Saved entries
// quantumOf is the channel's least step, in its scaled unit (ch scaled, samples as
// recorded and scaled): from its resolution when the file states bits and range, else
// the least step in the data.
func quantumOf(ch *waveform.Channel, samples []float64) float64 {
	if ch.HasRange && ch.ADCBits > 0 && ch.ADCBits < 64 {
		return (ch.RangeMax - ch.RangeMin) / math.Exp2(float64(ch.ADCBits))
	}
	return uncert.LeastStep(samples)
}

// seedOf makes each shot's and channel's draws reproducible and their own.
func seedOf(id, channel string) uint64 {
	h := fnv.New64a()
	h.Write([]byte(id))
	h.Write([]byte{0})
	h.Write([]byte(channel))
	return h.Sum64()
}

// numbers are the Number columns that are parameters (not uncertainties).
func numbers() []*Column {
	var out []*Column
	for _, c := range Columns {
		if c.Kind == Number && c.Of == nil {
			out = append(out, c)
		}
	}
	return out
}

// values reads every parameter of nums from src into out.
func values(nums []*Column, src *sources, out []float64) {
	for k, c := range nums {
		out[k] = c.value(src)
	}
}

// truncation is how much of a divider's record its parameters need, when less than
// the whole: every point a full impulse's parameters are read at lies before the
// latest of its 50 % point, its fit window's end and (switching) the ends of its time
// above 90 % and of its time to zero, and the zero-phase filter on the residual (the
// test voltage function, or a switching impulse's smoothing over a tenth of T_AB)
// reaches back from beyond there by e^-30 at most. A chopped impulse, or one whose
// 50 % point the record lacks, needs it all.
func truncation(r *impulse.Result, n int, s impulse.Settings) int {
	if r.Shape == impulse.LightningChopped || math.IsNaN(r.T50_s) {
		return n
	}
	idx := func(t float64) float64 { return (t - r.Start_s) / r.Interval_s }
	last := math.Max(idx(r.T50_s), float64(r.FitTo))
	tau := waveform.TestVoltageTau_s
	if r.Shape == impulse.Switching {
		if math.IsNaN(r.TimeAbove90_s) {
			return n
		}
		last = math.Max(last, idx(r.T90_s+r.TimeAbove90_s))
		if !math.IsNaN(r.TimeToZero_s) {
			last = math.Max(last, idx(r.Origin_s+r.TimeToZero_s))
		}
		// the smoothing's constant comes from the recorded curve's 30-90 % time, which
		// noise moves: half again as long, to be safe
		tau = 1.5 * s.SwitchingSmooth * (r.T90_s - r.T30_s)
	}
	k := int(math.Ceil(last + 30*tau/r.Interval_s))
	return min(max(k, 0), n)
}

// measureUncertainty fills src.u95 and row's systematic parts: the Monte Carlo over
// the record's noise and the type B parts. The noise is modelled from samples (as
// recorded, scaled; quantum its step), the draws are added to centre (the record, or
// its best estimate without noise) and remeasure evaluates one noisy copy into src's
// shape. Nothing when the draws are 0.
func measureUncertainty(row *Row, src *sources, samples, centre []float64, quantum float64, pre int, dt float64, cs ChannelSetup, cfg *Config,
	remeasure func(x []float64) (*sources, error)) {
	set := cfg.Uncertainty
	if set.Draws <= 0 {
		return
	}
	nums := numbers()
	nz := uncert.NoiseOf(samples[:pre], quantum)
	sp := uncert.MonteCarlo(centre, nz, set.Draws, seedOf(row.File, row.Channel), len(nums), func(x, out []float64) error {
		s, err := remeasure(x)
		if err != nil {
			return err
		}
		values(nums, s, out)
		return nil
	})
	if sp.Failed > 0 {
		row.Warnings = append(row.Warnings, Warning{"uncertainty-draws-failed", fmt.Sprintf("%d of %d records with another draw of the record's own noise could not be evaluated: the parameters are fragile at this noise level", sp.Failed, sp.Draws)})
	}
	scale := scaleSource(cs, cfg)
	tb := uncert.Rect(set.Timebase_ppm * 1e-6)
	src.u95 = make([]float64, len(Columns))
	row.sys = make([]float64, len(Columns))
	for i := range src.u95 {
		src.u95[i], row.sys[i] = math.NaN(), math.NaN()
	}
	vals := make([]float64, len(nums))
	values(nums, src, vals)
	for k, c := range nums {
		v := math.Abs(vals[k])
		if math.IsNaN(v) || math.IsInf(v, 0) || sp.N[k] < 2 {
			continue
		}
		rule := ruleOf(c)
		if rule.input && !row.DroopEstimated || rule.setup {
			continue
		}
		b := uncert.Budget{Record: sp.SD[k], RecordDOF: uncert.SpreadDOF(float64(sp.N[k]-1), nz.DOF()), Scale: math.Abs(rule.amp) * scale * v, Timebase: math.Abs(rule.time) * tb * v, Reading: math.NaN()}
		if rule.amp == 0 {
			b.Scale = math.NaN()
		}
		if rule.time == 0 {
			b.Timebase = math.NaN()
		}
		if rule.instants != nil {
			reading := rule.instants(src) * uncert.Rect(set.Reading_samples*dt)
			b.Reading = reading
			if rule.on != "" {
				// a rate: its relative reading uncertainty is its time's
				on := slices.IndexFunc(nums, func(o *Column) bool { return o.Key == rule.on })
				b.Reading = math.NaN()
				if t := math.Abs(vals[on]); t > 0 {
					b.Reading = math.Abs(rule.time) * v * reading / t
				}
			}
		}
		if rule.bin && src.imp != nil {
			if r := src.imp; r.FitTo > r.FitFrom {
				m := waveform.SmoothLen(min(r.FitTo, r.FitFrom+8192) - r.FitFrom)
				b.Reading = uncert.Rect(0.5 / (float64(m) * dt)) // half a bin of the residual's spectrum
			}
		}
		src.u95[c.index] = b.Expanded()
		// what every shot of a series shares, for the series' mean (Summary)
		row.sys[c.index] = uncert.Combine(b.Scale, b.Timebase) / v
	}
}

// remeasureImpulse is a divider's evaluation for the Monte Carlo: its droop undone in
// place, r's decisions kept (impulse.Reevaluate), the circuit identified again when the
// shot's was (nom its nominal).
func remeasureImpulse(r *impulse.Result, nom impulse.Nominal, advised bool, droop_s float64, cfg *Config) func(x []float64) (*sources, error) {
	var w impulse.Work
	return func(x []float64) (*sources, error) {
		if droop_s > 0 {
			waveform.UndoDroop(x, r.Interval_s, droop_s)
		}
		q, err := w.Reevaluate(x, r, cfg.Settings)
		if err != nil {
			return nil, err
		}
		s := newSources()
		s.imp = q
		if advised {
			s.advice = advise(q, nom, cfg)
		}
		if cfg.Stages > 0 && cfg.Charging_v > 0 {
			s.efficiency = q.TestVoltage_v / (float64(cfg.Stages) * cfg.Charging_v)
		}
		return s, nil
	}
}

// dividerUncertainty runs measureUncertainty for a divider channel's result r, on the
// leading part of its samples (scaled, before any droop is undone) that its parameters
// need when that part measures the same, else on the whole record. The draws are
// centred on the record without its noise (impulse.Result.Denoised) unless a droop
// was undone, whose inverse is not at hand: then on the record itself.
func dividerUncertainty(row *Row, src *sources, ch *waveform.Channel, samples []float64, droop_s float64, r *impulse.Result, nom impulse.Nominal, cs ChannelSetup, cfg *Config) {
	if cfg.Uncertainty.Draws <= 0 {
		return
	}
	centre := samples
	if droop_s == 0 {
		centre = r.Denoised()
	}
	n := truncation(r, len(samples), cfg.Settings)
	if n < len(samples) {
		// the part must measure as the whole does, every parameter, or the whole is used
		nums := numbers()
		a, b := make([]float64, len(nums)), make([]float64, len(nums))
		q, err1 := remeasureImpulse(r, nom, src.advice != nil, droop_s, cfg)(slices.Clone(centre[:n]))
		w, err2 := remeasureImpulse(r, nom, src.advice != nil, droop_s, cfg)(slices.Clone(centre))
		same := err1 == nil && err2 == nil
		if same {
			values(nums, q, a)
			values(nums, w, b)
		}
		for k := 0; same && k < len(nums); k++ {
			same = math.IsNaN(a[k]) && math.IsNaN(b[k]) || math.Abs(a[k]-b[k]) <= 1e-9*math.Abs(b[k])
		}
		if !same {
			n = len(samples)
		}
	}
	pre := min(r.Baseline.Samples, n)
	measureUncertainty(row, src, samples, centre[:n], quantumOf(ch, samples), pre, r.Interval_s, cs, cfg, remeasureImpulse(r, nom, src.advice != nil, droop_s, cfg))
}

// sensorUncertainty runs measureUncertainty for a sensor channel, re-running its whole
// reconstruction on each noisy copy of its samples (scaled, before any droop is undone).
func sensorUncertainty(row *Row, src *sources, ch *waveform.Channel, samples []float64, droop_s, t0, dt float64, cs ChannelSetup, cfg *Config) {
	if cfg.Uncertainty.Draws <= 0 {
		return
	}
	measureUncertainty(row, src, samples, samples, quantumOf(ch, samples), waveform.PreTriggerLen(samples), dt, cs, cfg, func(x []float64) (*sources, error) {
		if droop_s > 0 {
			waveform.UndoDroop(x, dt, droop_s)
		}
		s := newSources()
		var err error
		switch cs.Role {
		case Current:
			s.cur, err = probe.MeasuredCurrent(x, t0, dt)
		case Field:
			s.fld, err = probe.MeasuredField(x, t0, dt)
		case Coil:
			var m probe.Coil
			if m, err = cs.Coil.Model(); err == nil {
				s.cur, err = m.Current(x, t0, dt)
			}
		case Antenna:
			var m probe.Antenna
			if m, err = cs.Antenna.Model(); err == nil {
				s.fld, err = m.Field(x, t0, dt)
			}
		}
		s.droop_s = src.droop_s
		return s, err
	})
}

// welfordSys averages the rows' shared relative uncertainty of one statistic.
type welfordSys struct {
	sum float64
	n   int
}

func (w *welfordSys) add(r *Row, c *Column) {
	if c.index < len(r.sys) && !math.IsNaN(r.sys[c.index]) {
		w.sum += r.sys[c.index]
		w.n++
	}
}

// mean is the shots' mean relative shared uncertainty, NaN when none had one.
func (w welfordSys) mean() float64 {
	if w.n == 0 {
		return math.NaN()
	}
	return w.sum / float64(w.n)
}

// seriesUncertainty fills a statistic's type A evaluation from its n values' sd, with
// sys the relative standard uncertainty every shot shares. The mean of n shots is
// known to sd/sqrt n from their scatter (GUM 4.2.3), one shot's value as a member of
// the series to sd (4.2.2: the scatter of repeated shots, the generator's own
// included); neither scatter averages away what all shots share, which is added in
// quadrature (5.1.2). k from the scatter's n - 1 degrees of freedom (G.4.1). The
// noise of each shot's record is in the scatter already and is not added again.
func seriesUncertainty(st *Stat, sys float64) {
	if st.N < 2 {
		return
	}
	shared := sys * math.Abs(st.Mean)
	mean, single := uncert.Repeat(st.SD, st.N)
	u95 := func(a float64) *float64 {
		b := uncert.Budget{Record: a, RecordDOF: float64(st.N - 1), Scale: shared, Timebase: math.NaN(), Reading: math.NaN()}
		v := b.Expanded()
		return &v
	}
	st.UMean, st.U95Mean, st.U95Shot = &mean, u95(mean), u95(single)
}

> **What is being asked**
Show all lines in the records above that hold "again".

> **Result**
		// noise moves: half again as long, to be safe
// place, r's decisions kept (impulse.Reevaluate), the circuit identified again when the
// noise of each shot's record is in the scatter already and is not added again.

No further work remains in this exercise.